Clawdbot assembles its own system prompt on every run. It includes:
  • Tool list + short descriptions
  • Skills list (only metadata; instructions are loaded on demand with read)
  • Self-update instructions
  • Workspace + bootstrap files (AGENTS.md, SOUL.md, TOOLS.md, IDENTITY.md, USER.md, HEARTBEAT.md, BOOTSTRAP.md when new)
  • Time (UTC + user timezone)
  • Reply tags + heartbeat behavior
  • Runtime metadata (host/OS/model/thinking)
See the full breakdown in System Prompt.

What counts in the context window

Everything the model receives counts toward the context limit:
  • System prompt (all sections listed above)
  • Conversation history (user + assistant messages)
  • Tool calls and tool results
  • Attachments/transcripts (images, audio, files)
  • Compaction summaries and pruning artifacts
  • Provider wrappers or safety headers (not visible, but still counted)

How to see current token usage

Use these in chat:
  • /statusemoji‑rich status card with the session model, context usage, last response input/output tokens, and estimated cost (API key only).
  • /cost on|off → appends a per-response usage line to every reply.
    • Persists per session (stored as responseUsage).
    • OAuth auth hides cost (tokens only).
Other surfaces:
  • TUI/Web TUI: /status + /cost are supported.
  • CLI: clawdbot status --usage and clawdbot providers list show provider quota windows (not per-response costs).

Cost estimation (when shown)

Costs are estimated from your model pricing config:
models.providers.<provider>.models[].cost
These are USD per 1M tokens for input, output, cacheRead, and cacheWrite.

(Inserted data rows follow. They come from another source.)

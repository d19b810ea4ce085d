//! Cells on ready biodegradability.
//!
//! At least 70 % is ready; 60 to 70 % only with a named O2 or CO2 measure; below 60 % is not (OECD 301, pass levels).
//! A pass reached after more than 28 days is open, and so is a level missed before 28 days are over.

mod denials;
mod numbers;
mod window;
mod words;

use super::cell::value_text;
use super::remark::Said;
use crate::columns::Readiness;
use crate::fault::CellFaultKind;
use crate::quantity::{Comparison, DecimalStyle, Interval, Outcome};
use crate::substance::{Basis, DegradationTest, ReadyBiodegradability};
use crate::workbook::CellContent;
use numbers::{Measure, measure_in};
pub(super) use numbers::{bare_number, days_in, percentages};
pub(crate) use words::names_ready_test;
use words::{OtherTest, Words, is_doubtful, other_test, says_ready, words_of};
pub(super) use words::{says_inherent, says_ready_or_not};

/// Pass level for dissolved organic carbon and for an unnamed measure, %.
const PASS_ANY_MEASURE: f64 = 70.0;
/// Pass level for oxygen uptake and carbon dioxide, %.
const PASS_O2_OR_CO2: f64 = 60.0;
/// Length of the test, days.
const TEST_DAYS: f64 = 28.0;

/// A cell on ready biodegradability whose basis is still open.
#[derive(Debug, Clone, PartialEq, Eq)]
pub(super) struct ReadyCell {
    result: DegradationTest,
    reported: String,
}

impl ReadyCell {
    /// Below a header that does not say `ready`, a pass counts only where the cell says that it is one of a ready test.
    pub(super) fn below(mut self, readiness: Readiness) -> Self {
        let is_open = readiness == Readiness::NotSaid
            && self.result == DegradationTest::Ready
            && !says_ready(&self.reported)
            && !names_ready_test(&self.reported);
        if is_open {
            self.result = DegradationTest::Open;
        }
        self
    }

    pub(super) fn known_by(self, basis: Basis, reliability: Option<u8>) -> ReadyBiodegradability {
        ReadyBiodegradability { result: self.result, basis, reliability, reported: self.reported }
    }
}

pub(super) type Read<T> = Result<Option<T>, CellFaultKind>;

const NOT_READY_CELL: CellFaultKind =
    CellFaultKind::NotA { what: "result of a ready biodegradability test", example: "82 %, 28 d, OECD 301B" };

/// What a cell says of ready biodegradability, with a fault where its words and numbers disagree.
pub(super) fn read_ready(
    content: &CellContent,
    decimal: DecimalStyle,
) -> Read<(ReadyCell, Said, Option<CellFaultKind>)> {
    let plain_cell =
        |result, reported: String| Ok(Some((ReadyCell { result, reported }, Said::default(), None)));
    match content {
        CellContent::Boolean(true) => return plain_cell(DegradationTest::Ready, "TRUE".to_owned()),
        CellContent::Boolean(false) => return plain_cell(DegradationTest::NotReady, "FALSE".to_owned()),
        CellContent::Number(number) => {
            let degraded = percentage_of_number(*number)?;
            return plain_cell(result_of(degraded, None, Measure::Unnamed), number.to_string());
        }
        CellContent::DateTime(_) => return Err(NOT_READY_CELL),
        CellContent::Empty | CellContent::Text(_) | CellContent::Error(_) => {}
    }
    let Some(text) = value_text(content) else {
        return Ok(None);
    };
    if let Some(number) = bare_number(&text, decimal) {
        let degraded = percentage_of_number(number)?;
        return plain_cell(result_of(degraded, None, Measure::Unnamed), text);
    }
    let (result, fault) = result_of_text(&text, decimal)?;
    let said = Said::in_remarks(std::slice::from_ref(&text));
    Ok(Some((ReadyCell { result, reported: text }, said, fault)))
}

fn result_of_text(
    text: &str,
    decimal: DecimalStyle,
) -> Result<(DegradationTest, Option<CellFaultKind>), CellFaultKind> {
    let words = words_of(text);
    let numbers = result_in_numbers(text, decimal).map(|numbers| match numbers {
        // Words for not ready stand against a pass; other denials and doubts leave it open.
        DegradationTest::Ready if words != Words::No && is_doubtful(text) => DegradationTest::Open,
        DegradationTest::Ready | DegradationTest::NotReady | DegradationTest::Open => numbers,
    });
    if words == Words::NoResult && numbers.is_none() {
        return Err(NOT_READY_CELL);
    }
    match other_test(text) {
        // What fails a test of inherent biodegradability fails the one of ready biodegradability as well.
        Some(OtherTest::Inherent(_)) if numbers == Some(DegradationTest::NotReady) => {}
        Some(OtherTest::Inherent(named) | OtherTest::Further(named)) if words != Words::No => {
            return Err(CellFaultKind::OtherDegradationTest { test: named });
        }
        Some(_) | None => {}
    }
    if says_inherent(text) && words != Words::No {
        return Err(CellFaultKind::InherentlySettlesNothing);
    }
    combined(words, numbers, days_in(text))
}

/// Words that say it and numbers that say otherwise leave it open.
fn combined(
    words: Words,
    numbers: Option<DegradationTest>,
    days: Option<f64>,
) -> Result<(DegradationTest, Option<CellFaultKind>), CellFaultKind> {
    let late = days.is_some_and(|days| days > TEST_DAYS);
    let in_words = match words {
        Words::Both => return Ok((DegradationTest::Open, Some(CellFaultKind::SaysBoth))),
        Words::Yes => Some(DegradationTest::Ready),
        Words::No => Some(DegradationTest::NotReady),
        Words::Doubtful => Some(DegradationTest::Open),
        Words::NoResult | Words::Silent => None,
    };
    match (in_words, numbers) {
        (None, None) => Err(NOT_READY_CELL),
        (Some(DegradationTest::Ready), None | Some(DegradationTest::Open)) if late => {
            Ok((DegradationTest::Open, None))
        }
        (Some(words), None | Some(DegradationTest::Open)) => Ok((words, None)),
        // A doubt in words is not lifted by a number.
        (Some(DegradationTest::Open), Some(DegradationTest::Ready)) => Ok((DegradationTest::Open, None)),
        (None | Some(DegradationTest::Open), Some(numbers)) => Ok((numbers, None)),
        (Some(words), Some(numbers)) if words == numbers => Ok((words, None)),
        (Some(_), Some(_)) => Ok((DegradationTest::Open, Some(CellFaultKind::WordsAgainstNumber))),
    }
}

fn result_in_numbers(text: &str, decimal: DecimalStyle) -> Option<DegradationTest> {
    let measure = measure_in(text);
    let days = days_in(text);
    let mut results =
        percentages(text, decimal).into_iter().map(|degraded| result_of(degraded, days, measure));
    let first = results.next()?;
    Some(if results.all(|result| result == first) { first } else { DegradationTest::Open })
}

fn result_of(degraded: Interval, days: Option<f64>, measure: Measure) -> DegradationTest {
    let reaches = |level| degraded.compare(Comparison::AtLeast, level) == Outcome::Fired;
    let passes = reaches(PASS_ANY_MEASURE) || (measure == Measure::O2OrCo2 && reaches(PASS_O2_OR_CO2));
    let misses = degraded.compare(Comparison::Below, PASS_O2_OR_CO2) == Outcome::Fired;
    let (late, early) = days.map_or((false, false), |days| (days > TEST_DAYS, days < TEST_DAYS));
    match (passes, misses) {
        (true, _) if !late => DegradationTest::Ready,
        (_, true) if !early => DegradationTest::NotReady,
        (_, _) => DegradationTest::Open,
    }
}

/// Numbers from 0 to 1 may be fractions; zero is no degradation either way.
pub(super) fn percentage_of_number(number: f64) -> Result<Interval, CellFaultKind> {
    if !(0.0..=150.0).contains(&number) {
        return Err(NOT_READY_CELL);
    }
    if number > 0.0 && number <= 1.0 {
        return Err(CellFaultKind::FractionOrPercent);
    }
    Interval::point(number).map_err(|_| NOT_READY_CELL)
}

If pricing is missing, Clawdbot shows tokens only. OAuth tokens never show dollar cost.

Tips for reducing token pressure

  • Use /compact to summarize long sessions.
  • Trim large tool outputs in your workflows.
  • Keep skill descriptions short (skill list is injected into the prompt).
  • Prefer smaller models for verbose, exploratory work.
See Skills for the exact skill list overhead formula.